import { useNavigate } from "react-router-dom";
import { paths } from "@/config/paths";
import { PathwayUploadForm } from "@/features/pathways/components/pathway-upload-form";
import { Card, CardBody } from "@/components/ui/card";
import { PageHeader } from "@/components/ui/page-header";

export default function PathwayUploadPage() {
  const navigate = useNavigate();
  return (
    <>
      <PageHeader kicker="Pathways" title="Upload a pathway" description="The server reads the file and shows what it found before anything is saved; every problem names its row and column." />
      <Card>
        <CardBody>
          <PathwayUploadForm onSaved={(p) => navigate(paths.pathway.build(p.id))} />
        </CardBody>
      </Card>
    </>
  );
}
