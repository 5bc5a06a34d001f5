import { runEnsemble } from "@plumeline/engine";
import type { RunSpec } from "@plumeline/contracts";
import { afterAll, beforeAll, describe, expect, it } from "vitest";
import { signIn, type SignedInAgent } from "../../test-support/sign-in.js";
import { createTestContext, type TestContext } from "../../test-support/test-context.js";
import { testModelVersionBody, testPathwayBody } from "../runs/runs.fixtures.js";

let t: TestContext;
let analyst: SignedInAgent;
let manager: SignedInAgent;
let admin: SignedInAgent;
let steep: string;
let gentle: string;
let parentId: string;

const base = testModelVersionBody();
/** ECS median 3 K -> 4 K: warms every horizon by far more than 0.1 K (higher sensitivity, rising forcing). */
const hotterModel = { ...base.model, climate: { ...base.model.climate, ecs: { type: "range" as const, p50: 4, low: 2.5, high: 6.5, coverage: 90 as const, shape: "lognormal" as const } } };

async function draft(name: string, model = base.model): Promise<string> {
  const res = await analyst.post("/api/model-versions").send({ ...base, name, model, parentId, pathwayIds: [steep, gentle] });
  expect(res.status).toBe(201);
  return res.body.id as string;
}

beforeAll(async () => {
  t = await createTestContext();
  [analyst, manager, admin] = await Promise.all([signIn(t.app, "analyst"), signIn(t.app, "manager"), signIn(t.app, "admin")]);
  steep = (await analyst.post("/api/pathways").send(testPathwayBody("Steep ramp", 4))).body.id;
  gentle = (await analyst.post("/api/pathways").send(testPathwayBody("Gentle ramp", 2))).body.id;
  parentId = (await analyst.post("/api/model-versions").send({ ...base, pathwayIds: [steep, gentle] })).body.id;
});
afterAll(async () => t.close());

describe("impact preview on every pinned pathway", () => {
  it("covers each pinned pathway with the engine's own numbers, and a picked subset is its own cache entry", async () => {
    const child = await draft("Two pathways");
    const res = await manager.post(`/api/model-versions/${child}/impact`).send({ members: 300 });
    expect(res.status).toBe(200);
    expect(res.body.pathways.map((p: { pathway: { name: string } }) => p.pathway.name)).toEqual(["Steep ramp", "Gentle ramp"]);

    // Independent check: a run of the same choices on both pathways, run here by the engine, gives each pathway's numbers.
    const run = await analyst.post("/api/runs").send({ modelVersionId: child, pathwayIds: [steep, gentle], members: 300, seed: "impact-preview", sampling: "latin-hypercube" });
    const spec = (await analyst.get(`/api/runs/${run.body.id}`)).body.manifest.spec as RunSpec;
    const direct = runEnsemble(spec);
    for (const [i, id] of [steep, gentle].entries()) {
      const engine = direct.pathways.find((p) => p.id === id)!;
      expect(res.body.pathways[i].version.map((h: { temperature: unknown }) => h.temperature)).toEqual(engine.horizons.map((h) => h.temperature));
    }
    // Same model on both sides: every difference is exactly zero (same seed, same members), nothing fires.
    expect(res.body.pathways.flatMap((p: { differences: Array<{ medianShift: number }> }) => p.differences.map((d) => d.medianShift))).toEqual([0, 0, 0, 0, 0, 0]);
    expect(res.body.materiality.fired).toEqual([]);

    const picked = await manager.post(`/api/model-versions/${child}/impact`).send({ members: 300, pathwayIds: [gentle] });
    expect(picked.status).toBe(200);
    expect(picked.body.cached).toBe(false);
    expect(picked.body.pathways.map((p: { pathway: { id: string } }) => p.pathway.id)).toEqual([gentle]);
    expect(picked.body.version.inputHash).not.toBe(res.body.version.inputHash);
    expect(picked.body.pathways[0].version).toEqual(res.body.pathways[1].version);
  });

  it("names for the reviewer every threshold the preview passes, on each pathway", async () => {
    const child = await draft("Hotter preview", hotterModel);
    const res = await manager.post(`/api/model-versions/${child}/impact`).send({ members: 300 });
    const fired = res.body.materiality.fired as Array<{ pathwayId: string; year: number; metric: string; value: number; limit: number }>;
    expect(new Set(fired.map((f) => f.pathwayId))).toEqual(new Set([steep, gentle]));
    const median2100 = fired.find((f) => f.pathwayId === steep && f.year === 2100 && f.metric === "median-shift")!;
    const diff2100 = res.body.pathways[0].differences.find((d: { year: number }) => d.year === 2100);
    expect(median2100).toMatchObject({ value: diff2100.medianShift, limit: 0.1 });
    expect(res.body.materiality.policy).toEqual({ medianShiftK: 0.1, exceedancePoints: 5, widthChangePercent: 10 });
  });
});

describe("POST /api/model-versions/:id/submit under the materiality policy", () => {
  let hotter: string;

  it("refuses a minor filing whose preview passes a threshold: 409 naming materiality and each firing", async () => {
    hotter = await draft("Hotter, filed as minor", hotterModel);
    const res = await analyst.post(`/api/model-versions/${hotter}/submit`).send({ changeClass: "minor" });
    expect(res.status).toBe(409);
    expect(res.body.error.code).toBe("materiality_threshold_exceeded");
    expect(res.body.error.message).toContain("major");
    const details = res.body.error.details as Array<{ path: string; message: string; data: Record<string, unknown> }>;
    const steep2100 = details.find((d) => d.data.pathwayId === steep && d.data.year === 2100 && d.data.metric === "median-shift")!;
    expect(steep2100.message).toMatch(/^median shift \+\d\.\d\d K > 0\.1 K on Steep ramp 2100$/);
    expect(steep2100.data).toMatchObject({ pathwayName: "Steep ramp", limit: 0.1, unit: "K" });
    // The refusal names the same numbers the reviewer's default preview shows (same members, same seed).
    const preview = await manager.post(`/api/model-versions/${hotter}/impact`).send({});
    expect(preview.body.cached).toBe(true);
    expect(details.map((d) => d.data)).toEqual(preview.body.materiality.fired);
    // Nothing changed: still a draft, no submission audited, no pathway locked.
    expect((await analyst.get(`/api/model-versions/${hotter}`)).body.status).toBe("draft");
    expect(await t.ctx.models.AuditEvent.count({ where: { action: "model-version.submitted", entityId: hotter } })).toBe(0);
  });

  it("files the same draft re-classed as major", async () => {
    const res = await analyst.post(`/api/model-versions/${hotter}/submit`).send({ changeClass: "major", note: "ECS median to 4 K" });
    expect(res.status).toBe(200);
    expect(res.body).toMatchObject({ status: "in-review", changeClass: "major" });
  });

  it("files a minor change that moves nothing, recording the check in the audit row", async () => {
    const notesOnly = await draft("Notes only");
    const res = await analyst.post(`/api/model-versions/${notesOnly}/submit`).send({ changeClass: "minor" });
    expect(res.status).toBe(200);
    const audit = await t.ctx.models.AuditEvent.findOne({ where: { action: "model-version.submitted", entityId: notesOnly } });
    expect((audit?.data as { materiality: unknown }).materiality).toEqual({ checked: true, skipped: null, pathwayIds: [steep, gentle], members: 2000, fired: [] });
  });

  it("holds a minor filing to the policy an admin set", async () => {
    const put = await admin
      .put("/api/settings/materiality")
      .send({ medianShiftK: 5, exceedancePoints: 100, widthChangePercent: 1000, reason: "Test: loosest allowed policy" });
    expect(put.status).toBe(200);
    const again = await draft("Hotter under a loose policy", hotterModel);
    const res = await analyst.post(`/api/model-versions/${again}/submit`).send({ changeClass: "minor" });
    expect(res.status).toBe(200);
    expect(res.body.changeClass).toBe("minor");
  });
});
○ ○ ○ ○ ○
## Task to carry out
For the listing above, identify each line bearing "filing".

## Task output
  it("refuses a minor filing whose preview passes a threshold: 409 naming materiality and each firing", async () => {
  it("holds a minor filing to the policy an admin set", async () => {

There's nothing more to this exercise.